Entries taken from a collection

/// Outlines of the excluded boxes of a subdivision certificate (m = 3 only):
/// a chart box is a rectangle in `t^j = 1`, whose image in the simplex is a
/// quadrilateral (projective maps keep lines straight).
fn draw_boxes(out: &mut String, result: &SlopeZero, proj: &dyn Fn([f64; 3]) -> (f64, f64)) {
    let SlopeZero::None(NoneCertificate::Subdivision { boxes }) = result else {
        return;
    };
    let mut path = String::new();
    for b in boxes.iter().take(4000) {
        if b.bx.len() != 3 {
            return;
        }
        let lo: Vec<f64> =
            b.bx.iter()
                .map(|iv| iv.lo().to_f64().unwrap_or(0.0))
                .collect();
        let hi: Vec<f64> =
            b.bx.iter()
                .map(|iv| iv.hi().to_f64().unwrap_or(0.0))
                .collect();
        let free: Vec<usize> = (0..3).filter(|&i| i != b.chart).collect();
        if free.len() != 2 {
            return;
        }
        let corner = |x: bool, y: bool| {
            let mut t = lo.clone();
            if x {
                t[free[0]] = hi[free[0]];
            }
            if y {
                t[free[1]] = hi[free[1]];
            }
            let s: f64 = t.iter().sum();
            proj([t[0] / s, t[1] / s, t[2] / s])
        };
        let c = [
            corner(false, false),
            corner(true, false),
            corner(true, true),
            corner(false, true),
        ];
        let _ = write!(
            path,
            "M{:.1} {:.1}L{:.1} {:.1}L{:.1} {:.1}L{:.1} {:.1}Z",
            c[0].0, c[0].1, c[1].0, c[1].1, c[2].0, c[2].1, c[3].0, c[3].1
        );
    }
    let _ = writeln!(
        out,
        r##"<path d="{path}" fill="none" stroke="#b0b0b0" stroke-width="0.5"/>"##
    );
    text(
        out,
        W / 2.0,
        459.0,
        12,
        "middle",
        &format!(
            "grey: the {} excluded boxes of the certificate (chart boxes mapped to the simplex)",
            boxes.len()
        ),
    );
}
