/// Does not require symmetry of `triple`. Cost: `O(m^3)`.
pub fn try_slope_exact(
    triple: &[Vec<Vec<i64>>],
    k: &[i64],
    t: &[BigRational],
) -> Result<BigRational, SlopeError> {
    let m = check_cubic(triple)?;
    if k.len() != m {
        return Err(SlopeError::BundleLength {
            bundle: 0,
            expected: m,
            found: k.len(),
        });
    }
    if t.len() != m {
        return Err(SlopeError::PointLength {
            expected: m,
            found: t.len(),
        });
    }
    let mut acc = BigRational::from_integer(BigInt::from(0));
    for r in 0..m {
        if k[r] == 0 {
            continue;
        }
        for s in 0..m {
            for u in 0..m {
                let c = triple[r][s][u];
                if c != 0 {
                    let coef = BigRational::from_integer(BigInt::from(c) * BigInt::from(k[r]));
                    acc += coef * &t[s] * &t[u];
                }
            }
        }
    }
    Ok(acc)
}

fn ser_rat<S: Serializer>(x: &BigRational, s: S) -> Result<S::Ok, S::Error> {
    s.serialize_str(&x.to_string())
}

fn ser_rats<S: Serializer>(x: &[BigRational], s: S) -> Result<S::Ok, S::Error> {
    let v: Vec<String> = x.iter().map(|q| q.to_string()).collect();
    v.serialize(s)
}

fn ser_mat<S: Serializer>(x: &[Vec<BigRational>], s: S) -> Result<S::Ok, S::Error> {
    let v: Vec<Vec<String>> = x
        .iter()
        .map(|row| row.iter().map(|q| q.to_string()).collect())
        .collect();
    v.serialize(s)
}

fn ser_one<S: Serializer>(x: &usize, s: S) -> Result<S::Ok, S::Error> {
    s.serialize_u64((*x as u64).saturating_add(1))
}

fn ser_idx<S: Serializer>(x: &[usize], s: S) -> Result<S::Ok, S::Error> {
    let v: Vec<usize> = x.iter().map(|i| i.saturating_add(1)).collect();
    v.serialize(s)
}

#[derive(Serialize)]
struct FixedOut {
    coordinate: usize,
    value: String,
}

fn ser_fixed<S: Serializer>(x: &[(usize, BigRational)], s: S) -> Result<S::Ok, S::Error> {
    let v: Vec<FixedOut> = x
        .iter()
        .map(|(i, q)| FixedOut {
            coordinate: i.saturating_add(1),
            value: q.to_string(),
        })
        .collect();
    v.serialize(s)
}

...

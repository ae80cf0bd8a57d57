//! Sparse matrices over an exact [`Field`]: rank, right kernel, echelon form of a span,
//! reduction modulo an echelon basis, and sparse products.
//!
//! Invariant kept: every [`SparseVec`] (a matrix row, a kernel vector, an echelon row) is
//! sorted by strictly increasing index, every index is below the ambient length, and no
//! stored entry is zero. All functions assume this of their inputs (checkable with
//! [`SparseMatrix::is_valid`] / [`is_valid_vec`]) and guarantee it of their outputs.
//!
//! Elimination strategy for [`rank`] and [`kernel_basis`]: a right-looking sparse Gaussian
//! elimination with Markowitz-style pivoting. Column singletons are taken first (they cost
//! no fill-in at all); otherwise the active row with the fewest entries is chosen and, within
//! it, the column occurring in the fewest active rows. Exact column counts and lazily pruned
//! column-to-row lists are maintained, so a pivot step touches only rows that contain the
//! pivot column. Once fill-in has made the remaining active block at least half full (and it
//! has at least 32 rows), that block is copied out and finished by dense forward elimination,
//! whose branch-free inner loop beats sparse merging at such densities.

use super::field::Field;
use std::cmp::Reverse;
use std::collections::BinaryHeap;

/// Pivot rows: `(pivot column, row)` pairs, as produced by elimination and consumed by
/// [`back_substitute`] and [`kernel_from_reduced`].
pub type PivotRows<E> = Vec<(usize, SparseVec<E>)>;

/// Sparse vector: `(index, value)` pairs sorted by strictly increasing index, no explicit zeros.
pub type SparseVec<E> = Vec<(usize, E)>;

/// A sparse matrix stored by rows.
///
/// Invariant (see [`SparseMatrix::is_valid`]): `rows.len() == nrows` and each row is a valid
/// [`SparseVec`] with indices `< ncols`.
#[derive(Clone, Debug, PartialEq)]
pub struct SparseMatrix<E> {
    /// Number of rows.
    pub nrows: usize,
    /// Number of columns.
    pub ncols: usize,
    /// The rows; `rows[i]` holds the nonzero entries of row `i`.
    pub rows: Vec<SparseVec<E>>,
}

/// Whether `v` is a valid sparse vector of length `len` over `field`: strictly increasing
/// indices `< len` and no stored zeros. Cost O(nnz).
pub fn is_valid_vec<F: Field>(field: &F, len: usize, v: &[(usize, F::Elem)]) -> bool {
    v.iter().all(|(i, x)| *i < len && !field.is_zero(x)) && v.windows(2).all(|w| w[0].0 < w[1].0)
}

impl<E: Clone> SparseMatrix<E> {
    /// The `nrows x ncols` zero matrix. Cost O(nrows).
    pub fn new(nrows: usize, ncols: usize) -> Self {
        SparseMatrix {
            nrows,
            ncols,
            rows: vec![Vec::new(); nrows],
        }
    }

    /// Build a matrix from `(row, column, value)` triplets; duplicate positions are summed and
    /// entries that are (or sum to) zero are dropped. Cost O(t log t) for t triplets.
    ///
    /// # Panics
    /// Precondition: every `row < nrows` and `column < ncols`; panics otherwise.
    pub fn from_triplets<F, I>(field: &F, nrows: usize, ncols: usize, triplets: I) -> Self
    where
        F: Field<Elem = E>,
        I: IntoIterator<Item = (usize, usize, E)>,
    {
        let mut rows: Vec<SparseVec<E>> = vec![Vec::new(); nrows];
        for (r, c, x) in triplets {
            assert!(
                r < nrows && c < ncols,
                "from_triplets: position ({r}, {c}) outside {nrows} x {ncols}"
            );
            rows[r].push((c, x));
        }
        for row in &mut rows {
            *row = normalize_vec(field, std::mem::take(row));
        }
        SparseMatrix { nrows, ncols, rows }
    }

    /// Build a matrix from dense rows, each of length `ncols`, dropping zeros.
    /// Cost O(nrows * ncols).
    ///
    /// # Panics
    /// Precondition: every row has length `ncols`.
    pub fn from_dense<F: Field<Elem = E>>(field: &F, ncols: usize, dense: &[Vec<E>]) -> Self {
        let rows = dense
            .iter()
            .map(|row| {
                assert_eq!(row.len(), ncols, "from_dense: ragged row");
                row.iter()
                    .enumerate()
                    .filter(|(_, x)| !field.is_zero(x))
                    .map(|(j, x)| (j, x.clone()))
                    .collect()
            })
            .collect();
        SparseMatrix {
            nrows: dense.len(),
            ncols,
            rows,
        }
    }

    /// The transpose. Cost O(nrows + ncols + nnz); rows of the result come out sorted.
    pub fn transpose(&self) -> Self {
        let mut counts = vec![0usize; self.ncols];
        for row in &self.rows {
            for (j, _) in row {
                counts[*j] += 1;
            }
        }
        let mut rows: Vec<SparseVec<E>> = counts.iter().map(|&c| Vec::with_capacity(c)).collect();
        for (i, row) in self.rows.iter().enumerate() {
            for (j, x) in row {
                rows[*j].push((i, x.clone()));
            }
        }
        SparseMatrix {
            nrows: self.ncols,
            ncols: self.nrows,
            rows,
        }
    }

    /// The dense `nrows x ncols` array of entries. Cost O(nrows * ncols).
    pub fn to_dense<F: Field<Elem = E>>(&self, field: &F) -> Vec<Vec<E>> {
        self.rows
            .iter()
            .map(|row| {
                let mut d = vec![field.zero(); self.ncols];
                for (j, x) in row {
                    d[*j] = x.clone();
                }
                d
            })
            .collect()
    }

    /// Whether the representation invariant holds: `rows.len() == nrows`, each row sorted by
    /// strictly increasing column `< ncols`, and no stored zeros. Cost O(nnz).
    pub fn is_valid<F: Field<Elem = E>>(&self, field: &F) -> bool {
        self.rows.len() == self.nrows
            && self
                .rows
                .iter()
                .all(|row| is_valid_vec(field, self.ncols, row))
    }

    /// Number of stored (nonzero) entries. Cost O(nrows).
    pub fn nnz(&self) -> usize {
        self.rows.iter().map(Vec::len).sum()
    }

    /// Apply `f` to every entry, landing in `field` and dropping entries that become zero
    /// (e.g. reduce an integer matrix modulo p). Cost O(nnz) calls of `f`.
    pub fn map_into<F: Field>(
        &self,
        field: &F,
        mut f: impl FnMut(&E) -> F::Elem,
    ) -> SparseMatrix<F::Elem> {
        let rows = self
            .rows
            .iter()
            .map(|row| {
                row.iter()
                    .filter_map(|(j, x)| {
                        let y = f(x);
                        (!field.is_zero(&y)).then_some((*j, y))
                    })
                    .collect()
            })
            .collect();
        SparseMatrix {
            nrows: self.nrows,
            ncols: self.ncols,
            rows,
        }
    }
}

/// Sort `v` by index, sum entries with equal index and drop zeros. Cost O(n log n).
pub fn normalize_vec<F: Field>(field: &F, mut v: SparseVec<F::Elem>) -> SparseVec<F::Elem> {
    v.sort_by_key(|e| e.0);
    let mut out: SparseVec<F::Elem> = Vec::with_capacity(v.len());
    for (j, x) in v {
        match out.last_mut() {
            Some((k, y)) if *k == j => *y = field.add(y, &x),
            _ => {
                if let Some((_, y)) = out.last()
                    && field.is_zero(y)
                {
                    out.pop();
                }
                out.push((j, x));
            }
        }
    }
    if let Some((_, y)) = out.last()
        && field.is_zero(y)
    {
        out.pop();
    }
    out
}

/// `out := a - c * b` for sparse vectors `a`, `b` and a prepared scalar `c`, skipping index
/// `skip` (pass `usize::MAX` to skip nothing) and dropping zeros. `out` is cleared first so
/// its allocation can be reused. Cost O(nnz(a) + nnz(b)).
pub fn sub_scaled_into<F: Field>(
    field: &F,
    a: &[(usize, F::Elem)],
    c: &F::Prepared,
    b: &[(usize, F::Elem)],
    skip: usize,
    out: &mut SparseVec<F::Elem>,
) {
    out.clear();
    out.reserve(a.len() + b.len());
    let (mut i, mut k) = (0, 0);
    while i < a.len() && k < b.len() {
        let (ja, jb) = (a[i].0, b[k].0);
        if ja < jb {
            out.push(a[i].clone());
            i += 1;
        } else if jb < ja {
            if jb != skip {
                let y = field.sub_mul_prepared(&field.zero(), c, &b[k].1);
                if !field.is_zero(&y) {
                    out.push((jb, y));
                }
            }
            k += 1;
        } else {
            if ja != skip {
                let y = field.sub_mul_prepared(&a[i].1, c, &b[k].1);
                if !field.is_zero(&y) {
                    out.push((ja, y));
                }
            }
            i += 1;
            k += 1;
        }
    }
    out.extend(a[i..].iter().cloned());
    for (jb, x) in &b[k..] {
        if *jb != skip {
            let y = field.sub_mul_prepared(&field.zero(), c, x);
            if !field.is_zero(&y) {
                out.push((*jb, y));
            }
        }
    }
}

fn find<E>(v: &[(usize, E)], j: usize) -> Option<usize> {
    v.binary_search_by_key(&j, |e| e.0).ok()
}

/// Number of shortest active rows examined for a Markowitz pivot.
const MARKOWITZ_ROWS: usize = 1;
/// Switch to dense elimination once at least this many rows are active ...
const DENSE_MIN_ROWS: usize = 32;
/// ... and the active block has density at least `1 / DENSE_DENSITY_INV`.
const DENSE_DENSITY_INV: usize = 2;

**Directions:**
An exact copy of the lines above, from the one containing "no explicit zeros." down to the one containing "impl<E: Clone> SparseMatrix<E>" and including both, is the whole answer; retype it and nothing else.

**Task result:**
/// Sparse vector: `(index, value)` pairs sorted by strictly increasing index, no explicit zeros.
pub type SparseVec<E> = Vec<(usize, E)>;

/// A sparse matrix stored by rows.
///
/// Invariant (see [`SparseMatrix::is_valid`]): `rows.len() == nrows` and each row is a valid
/// [`SparseVec`] with indices `< ncols`.
#[derive(Clone, Debug, PartialEq)]
pub struct SparseMatrix<E> {
    /// Number of rows.
    pub nrows: usize,
    /// Number of columns.
    pub ncols: usize,
    /// The rows; `rows[i]` holds the nonzero entries of row `i`.
    pub rows: Vec<SparseVec<E>>,
}

/// Whether `v` is a valid sparse vector of length `len` over `field`: strictly increasing
/// indices `< len` and no stored zeros. Cost O(nnz).
pub fn is_valid_vec<F: Field>(field: &F, len: usize, v: &[(usize, F::Elem)]) -> bool {
    v.iter().all(|(i, x)| *i < len && !field.is_zero(x)) && v.windows(2).all(|w| w[0].0 < w[1].0)
}

impl<E: Clone> SparseMatrix<E> {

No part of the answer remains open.